Film Facts 4.29.16
It’s not a secret that Ernest Hemingway blew his brains out with a shotgun. It was a nice day for a white wedding. Hemingway didn’t leave a suicide note because he no longer felt he could write.
While it’s not particularly well directed the feature Papa: Hemingway In Cuba depicts an in-depth profile of the personality of the famous writer in the year before his death. He was a bastard surrounded by sycophants. He was a visionary who avoided the world of corrupt politicians and mobsters, and yet lived in their backyard. He was a guy who just wanted to go out on his own damn yacht and catch a marlin.
Bypassing scandal was something that Hemingway couldn’t do as he was caught between the Mafia, the Cuban Batista regime, rebels led by Castro, the FBI, and his own personal demons. Much of the story is told through the eyes of journalist Denne Petitclerc (played by Giovanni Ribisi as Ed Meyers) who lived for a while at the Cuban Hemingway manse.
Papa was shot on location in Cuba including the Hemingway estate, giving the film a patina of reality.
The Green Room takes the genre of siege melodramas and turns it on its head. It’s not easy being a punk rock band with bad management. The Ain’t Rights find themselves booked into a terrible gig at a skinhead club in the middle of nowhere in Oregon.
When members of the band inadvertently witness a murder they are forced to hole up in the club’s green room and fend off attacks from the outside.
The Green Room is at once claustrophobic and thrilling. Director/writer Jeremy Saulnier lends the proceedings a gritty film noir atmosphere. Cast members include Anton Yelchin, Imogen Poots, Alia Shawkat and Patrick Stewart. While the titular room is indeed green, the bad guys wear red shoelaces.
The animated French film Avril et le monde truqué translates literally as April and the Fake World. The American release title is April and the Extraordinary World but the print I saw for review was labeled April and the Twisted World. And a delightfully twisted world it is.
The 1870 Franco-Prussian War never happens and Napoleon III doesn’t die like he did in institutional memory. April wants to re-write the future. And that’s cool because there’s a talking cat.
An experiment gone awry in 1870 changes the course of world history. Famous scientists are put under lock and key. Steam becomes the dominant resource, not electricity.

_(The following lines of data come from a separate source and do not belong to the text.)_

import { describe, expect, it } from 'vitest';
import { buildDocument, buildMaterials } from './stackFixtures.ts';
import { axisOf, readView, writeView } from './viewState.ts';
import type { ViewState } from './viewState.ts';

const saved = buildDocument().workingPoint;
const read = (search: string) => readView(new URLSearchParams(search), saved);

describe('the view in the address', () => {
  it('is empty for the stack as it opens', () => {
    expect(writeView(read(''), saved).toString()).toBe('');
    expect(read('').point).toEqual(saved);
  });

  it('goes there and back whole', () => {
    const view: ViewState = {
      point: {
        wavelengthNm: 532,
        angleDeg: 12.5,
        input: 's',
        magnetization: { mode: 'direction', m: [0.6, 0, 0.8] },
      },
      kind: 'thickness',
      axis: { kind: 'thickness', layerId: 'co', from: 0.1, to: 20, points: 5000, spacing: 'log' },
      isMap: true,
      second: {
        kind: 'direction',
        plane: 'yz',
        layerId: 'co',
        from: -90,
        to: 90,
        points: 50,
        spacing: 'linear',
      },
      family: { kind: 'repeat', blockId: 'block', from: 1, to: 9, points: 5, spacing: 'linear' },
      reading: 'ellipticityS',
      shown: ['rotation', 'cross'],
      light: 'ps',
      log: true,
      unit: 'mrad',
    };
    expect(readView(new URLSearchParams(writeView(view, saved).toString()), saved)).toEqual(view);
  });

  it('falls back part by part where the address makes no sense', () => {
    const view = read(
      'wl=-5&angle=95&input=x&m=2,2,2&axis=sideways&from=0&to=200&points=10&unit=furlong&show=nothing',
    );
    expect(view.point).toEqual(saved);
    expect(view.kind).toBe('angle');
    expect(view.axis).toBeNull();
    expect(view.unit).toBe('mdeg');
    expect(read('angle=45&wl=').point).toEqual({ ...saved, angleDeg: 45 });
  });
});

describe('axisOf', () => {
  const document = buildDocument();
  const materials = buildMaterials();

  it('takes a default that the constants and the layers allow', () => {
    expect(axisOf({ kind: 'wavelength', axis: null }, document, materials)).toMatchObject({
      from: 450,
      to: 800,
    });
    expect(axisOf({ kind: 'thickness', axis: null }, document, materials)).toMatchObject({
      layerId: 'pt',
      from: 0,
      to: 10,
    });
    expect(axisOf({ kind: 'thickness', axis: null }, { ...document, layers: [] }, materials)).toBeNull();
  });

  it('lets go of a layer that was removed', () => {
    const axis = {
      kind: 'thickness',
      layerId: 'gone',
      from: 0,
      to: 1,
      points: 9,
      spacing: 'linear',
    } as const;
    expect(axisOf({ kind: 'thickness', axis }, document, materials)).toMatchObject({ layerId: 'pt' });
  });
});
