import { z } from 'zod';
import { stackDocumentSchema } from '../../../../shared/stack.ts';
import type { Stack, StackDocument } from '../../../../shared/stack.ts';

/** What a person edits before it is saved. */
export type Draft = { name: string; description: string; document: StackDocument };

/** Unsaved edits as they survive a reload, with the version they began with. */
const storedDraftSchema = z.object({
  baseVersion: z.int(),
  draft: z.object({ name: z.string(), description: z.string(), document: stackDocumentSchema }),
});

export type StoredDraft = z.infer<typeof storedDraftSchema>;

const keyOf = (stackId: string) => `skewlight.draft.${stackId}`;

export function draftOf(stack: Pick<Stack, 'name' | 'description' | 'document'>): Draft {
  return { name: stack.name, description: stack.description, document: stack.document };
}

export function sameDraft(a: Draft, b: Draft): boolean {
  if (a === b) return true;
  if (a.name !== b.name || a.description !== b.description) return false;
  return a.document === b.document || JSON.stringify(a.document) === JSON.stringify(b.document);
}

/** Null when there is none, or when it is of an older build and no longer fits. */
export function loadDraft(storage: Storage, stackId: string): StoredDraft | null {
  const text = storage.getItem(keyOf(stackId));
  if (text === null) return null;
  try {
    return storedDraftSchema.safeParse(JSON.parse(text)).data ?? null;
  } catch {
    return null;
  }
}

/** Keeps the draft for this tab; a full storage only costs the safety net. */
export function storeDraft(storage: Storage, stackId: string, stored: StoredDraft | null): void {
  try {
    if (stored === null) storage.removeItem(keyOf(stackId));
    else storage.setItem(keyOf(stackId), JSON.stringify(stored));
  } catch {
    // QuotaExceededError: the edits are still on the page.
  }
}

We flash forward to the 1930s where the Earth subsists on coal and charcoal. Modern inventions and modern electricity don’t exist. The Nazi plague never existed. Instead a multi-cultural Euro alliance developed complete with an Euro rail system. The real war is between France and North America, fought over trees.
A few years later we are immersed in an unworldly combination of alien politics (think lizard) and a secret plot that has the greatest scientists of the era reduced to robots without original thought.
Thus begins April and the Extraordinary World. And did we mention there’s a talking cat.
Philippe Katerine voices the cat, Darwin. You would be familiar with Katerine if you watch a lot of French films, as Katerine is also is known as a composer, as well as a director and actor. Marion Cotillard, who is the name above the title, voices April.
April and the Extraordinary World unwinds with the kind of self realized awareness that makes you think you are watching something like Hayao Miyazaki’s Spirited Away. AATEW is that good.
There’s the usual falling action, which brings all the characters, talking felines, reptilian overlords, and innocent victims to a steady halt. But not before you give yourself over completely to April and Darwin.
April and the Extraordinary World opens at the River Oaks Theatre this weekend. The RO3 will alternate a French language version with a version dubbed in English.